'''
import { useMutation, useQueryClient } from "@tanstack/react-query";
import { DropOffSchema } from "@shared/schemas/drop-offs";
import { api } from "@/lib/api-client";
import { digestersTodayKey, dropOffKeys } from "./keys";

export function cancelDropOff(id: number) {
  return api(`/api/drop-offs/${id}/cancel`, { method: "POST", schema: DropOffSchema });
}

export function useCancelDropOff() {
  const queryClient = useQueryClient();
  return useMutation({
    mutationFn: cancelDropOff,
    onSuccess: () => {
      void queryClient.invalidateQueries({ queryKey: dropOffKeys.all });
      void queryClient.invalidateQueries({ queryKey: digestersTodayKey });
    },
  });
}
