export const dropOffKeys = {
  all: ["drop-offs"] as const,
  mine: () => [...dropOffKeys.all, "mine"] as const,
  impact: () => [...dropOffKeys.all, "impact"] as const,
};

/** Today's room at every digester (GET /api/digesters); under the digesters' prefix so their changes refresh it too. */
export const digestersTodayKey = ["digesters", "today"] as const;
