import { queryOptions, useQuery } from "@tanstack/react-query";
import { DropOffListSchema } from "@shared/schemas/drop-offs";
import { api } from "@/lib/api-client";
import { dropOffKeys } from "./keys";

export function getMyDropOffs(signal?: AbortSignal) {
  return api("/api/drop-offs?mine=true", { schema: DropOffListSchema, signal });
}

export const myDropOffsQueryOptions = () =>
  queryOptions({
    queryKey: dropOffKeys.mine(),
    queryFn: ({ signal }) => getMyDropOffs(signal),
  });

export function useMyDropOffs() {
  return useQuery(myDropOffsQueryOptions());
}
'''
EXERCISE BRIEF
Repeat, word for word, the lines from the start of the records to the line that contains "export function useCancelDropOff()", both of them included, and no others.

YOUR RESPONSE
import { useMutation, useQueryClient } from "@tanstack/react-query";
import { DropOffSchema } from "@shared/schemas/drop-offs";
import { api } from "@/lib/api-client";
import { digestersTodayKey, dropOffKeys } from "./keys";

export function cancelDropOff(id: number) {
  return api(`/api/drop-offs/${id}/cancel`, { method: "POST", schema: DropOffSchema });
}

export function useCancelDropOff() {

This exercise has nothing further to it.